DATA START

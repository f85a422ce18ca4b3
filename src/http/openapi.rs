//! `GET /v1/openapi.json`: an OpenAPI 3.1 description of the whole HTTP
//! API, made from the code that serves it.
//!
//! Why generated: a hand-kept description drifts from the routes. Every
//! route is registered through [`Api`], which adds the handler to the
//! router and its [`Op`] to the description in one call, so a route cannot
//! be served without being described. Bodies are described by JSON
//! Schemas derived (with `schemars`) from the very request and reply types
//! that serde reads and writes, so a field renamed, added or made optional
//! changes the description with it.
//!
//! Open, with no token: it describes the API and holds no data.

use std::collections::BTreeMap;
use std::sync::Arc;

use axum::handler::Handler;
use axum::http::{header, Method};
use axum::response::IntoResponse;
use axum::routing::MethodRouter;
use axum::{Extension, Router};
use schemars::generate::{Contract, SchemaSettings};
use schemars::{JsonSchema, Schema, SchemaGenerator};
use serde_json::{json, Map, Value};

use crate::engine::Engine;

/// Where the description is served.
pub const PATH: &str = "/v1/openapi.json";

/// Who may call an operation.
#[derive(Debug, Clone, Copy, PartialEq, Eq)]
pub enum Guard {
    /// Anyone.
    Open,
    /// A client key when keys are configured (bearer or HTTP Basic), else
    /// anyone; the admin token passes too.
    ClientKey,
    /// As [`Guard::ClientKey`], and signed when a signing secret is
    /// configured.
    SignedClientKey,
    /// A desk key or the admin token when either is configured.
    Desk,
    /// The admin token.
    Admin,
    /// The metrics token or the admin token.
    Metrics,
}

/// What an operation answers with `200` (or `204`).
#[derive(Clone, Copy)]
pub enum Body {
    /// A JSON body of a type with a schema.
    Json(fn(&mut SchemaGenerator) -> Schema),
    /// A body of another media type, described in words.
    Text(&'static str, &'static str),
    /// `204 No Content`.
    Empty,
}

/// The schema of `T`, as a [`Body::Json`] reads it.
pub fn schema<T: JsonSchema>(generator: &mut SchemaGenerator) -> Schema {
    generator.subschema_for::<T>()
}

/// A query parameter.
#[derive(Clone, Copy)]
pub struct Query {
    pub name: &'static str,
    pub description: &'static str,
    /// The JSON Schema type: `boolean`, `integer`.
    pub kind: &'static str,
}

/// One operation as the description gives it.
#[derive(Clone)]
pub struct Op {
    pub summary: &'static str,
    pub guard: Guard,
    /// The JSON body it reads, if any.
    pub request: Option<fn(&mut SchemaGenerator) -> Schema>,
    pub query: Vec<Query>,
    pub reply: Body,
    /// Headers of the reply worth naming, with what they say.
    pub reply_headers: Vec<(&'static str, &'static str)>,
    /// Error statuses of its own (beside those every route can answer and
    /// those its guard adds).
    pub errors: Vec<u16>,
}

impl Op {
    pub fn new(summary: &'static str, guard: Guard, reply: Body) -> Op {
        Op {
            summary,
            guard,
            request: None,
            query: Vec::new(),
            reply,
            reply_headers: Vec::new(),
            errors: Vec::new(),
        }
    }

    /// Reads a JSON body of type `T`: a malformed body is a 400, a wrong
    /// content type 415, one too large 413 and one of the wrong shape 422.
    pub fn reads<T: JsonSchema>(mut self) -> Op {
        self.request = Some(schema::<T>);
        self.errors.extend([400, 413, 415, 422]);
        self
    }

    pub fn query(
        mut self,
        name: &'static str,
        kind: &'static str,
        description: &'static str,
    ) -> Op {
        self.query.push(Query {
            name,
            description,
            kind,
        });
        self
    }

    pub fn header(mut self, name: &'static str, description: &'static str) -> Op {
        self.reply_headers.push((name, description));
        self
    }

    pub fn errors(mut self, statuses: &[u16]) -> Op {
        self.errors.extend_from_slice(statuses);
        self
    }
}

/// A described route.
#[derive(Clone)]
pub struct Endpoint {
    pub path: &'static str,
    pub method: Method,
    pub op: Op,
}

/// The router and the description of what it serves, built together.
pub struct Api {
    router: Router<Engine>,
    endpoints: Vec<Endpoint>,
}

impl Default for Api {
    fn default() -> Api {
        Api::new()
    }
}

impl Api {
    pub fn new() -> Api {
        Api {
            router: Router::new(),
            endpoints: Vec::new(),
        }
    }

    fn add(
        mut self,
        method: Method,
        path: &'static str,
        route: MethodRouter<Engine>,
        op: Op,
    ) -> Api {
        // Several methods on one path merge into one method router.
        self.router = self.router.route(path, route);
        self.endpoints.push(Endpoint { path, method, op });
        self
    }

    pub fn get<H: Handler<T, Engine>, T: 'static>(self, path: &'static str, h: H, op: Op) -> Api {
        self.add(Method::GET, path, axum::routing::get(h), op)
    }

    pub fn post<H: Handler<T, Engine>, T: 'static>(self, path: &'static str, h: H, op: Op) -> Api {
        self.add(Method::POST, path, axum::routing::post(h), op)
    }

    pub fn put<H: Handler<T, Engine>, T: 'static>(self, path: &'static str, h: H, op: Op) -> Api {
        self.add(Method::PUT, path, axum::routing::put(h), op)
    }

    pub fn delete<H: Handler<T, Engine>, T: 'static>(
        self,
        path: &'static str,
        h: H,
        op: Op,
    ) -> Api {
        self.add(Method::DELETE, path, axum::routing::delete(h), op)
    }

    /// Both tables together.
    pub fn merge(mut self, other: Api) -> Api {
        self.router = self.router.merge(other.router);
        self.endpoints.extend(other.endpoints);
        self
    }

    /// A layer on the routes so far (a body limit of their own).
    pub fn layer_routes(mut self, f: impl FnOnce(Router<Engine>) -> Router<Engine>) -> Api {
        self.router = f(self.router);
        self
    }

    /// The routes described so far.
    pub fn endpoints(&self) -> &[Endpoint] {
        &self.endpoints
    }

    /// Adds `GET /v1/openapi.json` and gives back the router, serving the
    /// description of every route in it, that one included.
    pub fn finish(self) -> Router<Engine> {
        let api = self.get(
            PATH,
            serve,
            Op::new(
                "This description of the API (OpenAPI 3.1)",
                Guard::Open,
                Body::Text(
                    "application/json",
                    "An OpenAPI 3.1 document describing every route.",
                ),
            ),
        );
        let document = Arc::new(document(&api.endpoints).to_string());
        api.router.layer(Extension(Description(document)))
    }
}

/// The description, written once when the router is built.
#[derive(Clone)]
struct Description(Arc<String>);

async fn serve(Extension(Description(text)): Extension<Description>) -> impl IntoResponse {
    (
        [(header::CONTENT_TYPE, "application/json")],
        text.as_str().to_owned(),
    )
}

/// The one error body every route answers its errors with.
#[derive(serde::Serialize, JsonSchema)]
pub struct ErrorBody {
    pub error: ErrorDetail,
}

/// What went wrong, for a program (`code`) and for a person (`message`).
#[derive(serde::Serialize, JsonSchema)]
pub struct ErrorDetail {
    /// Stable, snake_case: what a client branches on.
    pub code: String,
    /// A plain sentence saying what to do differently.
    pub message: String,
}

/// What each status means here, as the description words it.
fn status_text(status: u16) -> &'static str {
    match status {
        400 => "The body is not JSON, or a path segment is not valid UTF-8.",
        401 => "The credential is missing or wrong (or the message's signature does not check out).",
        403 => "This part of the API is off: no token is configured for it.",
        404 => "No such thing.",
        413 => "The body is larger than this route accepts.",
        415 => "The body is not sent as application/json.",
        422 => "The request parsed but cannot be used (the message says why).",
        429 => "Too many requests; the retry-after header says when to try again.",
        431 => "The request line and headers are too large.",
        503 => "Not available for now (a timeout, or the session store or shared data cannot be reached); try again.",
        _ => "An error.",
    }
}

/// The security requirements of a guard: any one of the alternatives.
fn security(guard: Guard) -> Option<Value> {
    let key = [json!({"clientKey": []}), json!({"clientKeyBasic": []})];
    let alternatives: Vec<Value> = match guard {
        Guard::Open => return None,
        // Keys are optional until configured: `{}` is "none needed".
        Guard::ClientKey => key
            .iter()
            .cloned()
            .chain([json!({"adminToken": []}), json!({})])
            .collect(),
        Guard::SignedClientKey => {
            let mut out = Vec::new();
            for base in key
                .iter()
                .cloned()
                .chain([json!({"adminToken": []}), json!({})])
            {
                let mut signed = base.clone();
                if let Some(m) = signed.as_object_mut() {
                    m.insert("signature".into(), json!([]));
                    m.insert("signatureTimestamp".into(), json!([]));
                }
                out.push(signed);
                out.push(base);
            }
            out
        }
        Guard::Desk => vec![
            json!({"clientKeyBasic": []}),
            json!({"adminTokenBasic": []}),
            json!({}),
        ],
        Guard::Admin => vec![json!({"adminToken": []})],
        Guard::Metrics => vec![json!({"metricsToken": []}), json!({"adminToken": []})],
    };
    Some(Value::Array(alternatives))
}

/// The error statuses a guard adds.
fn guard_errors(guard: Guard) -> &'static [u16] {
    match guard {
        Guard::Open => &[],
        Guard::ClientKey | Guard::SignedClientKey | Guard::Desk => &[401],
        // Failed logins are limited per address (429).
        Guard::Admin | Guard::Metrics => &[401, 403, 429],
    }
}

/// Statuses any route may answer: the head too large (431) and the
/// request time limit (503).
const EVERY_ROUTE: [u16; 2] = [431, 503];

/// The routes the per-source rate limit leaves out (a load balancer polls
/// them from one address).
pub const UNLIMITED: [&str; 2] = ["/healthz", "/readyz"];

DATA END

> ACTIVITY
Of the lines above, retype only those from the line containing "or made optional" through the line containing "pub enum Guard", including both, exactly.

> PROBLEM SOLUTION
//! that serde reads and writes, so a field renamed, added or made optional
//! changes the description with it.
//!
//! Open, with no token: it describes the API and holds no data.

use std::collections::BTreeMap;
use std::sync::Arc;

use axum::handler::Handler;
use axum::http::{header, Method};
use axum::response::IntoResponse;
use axum::routing::MethodRouter;
use axum::{Extension, Router};
use schemars::generate::{Contract, SchemaSettings};
use schemars::{JsonSchema, Schema, SchemaGenerator};
use serde_json::{json, Map, Value};

use crate::engine::Engine;

/// Where the description is served.
pub const PATH: &str = "/v1/openapi.json";

/// Who may call an operation.
#[derive(Debug, Clone, Copy, PartialEq, Eq)]
pub enum Guard {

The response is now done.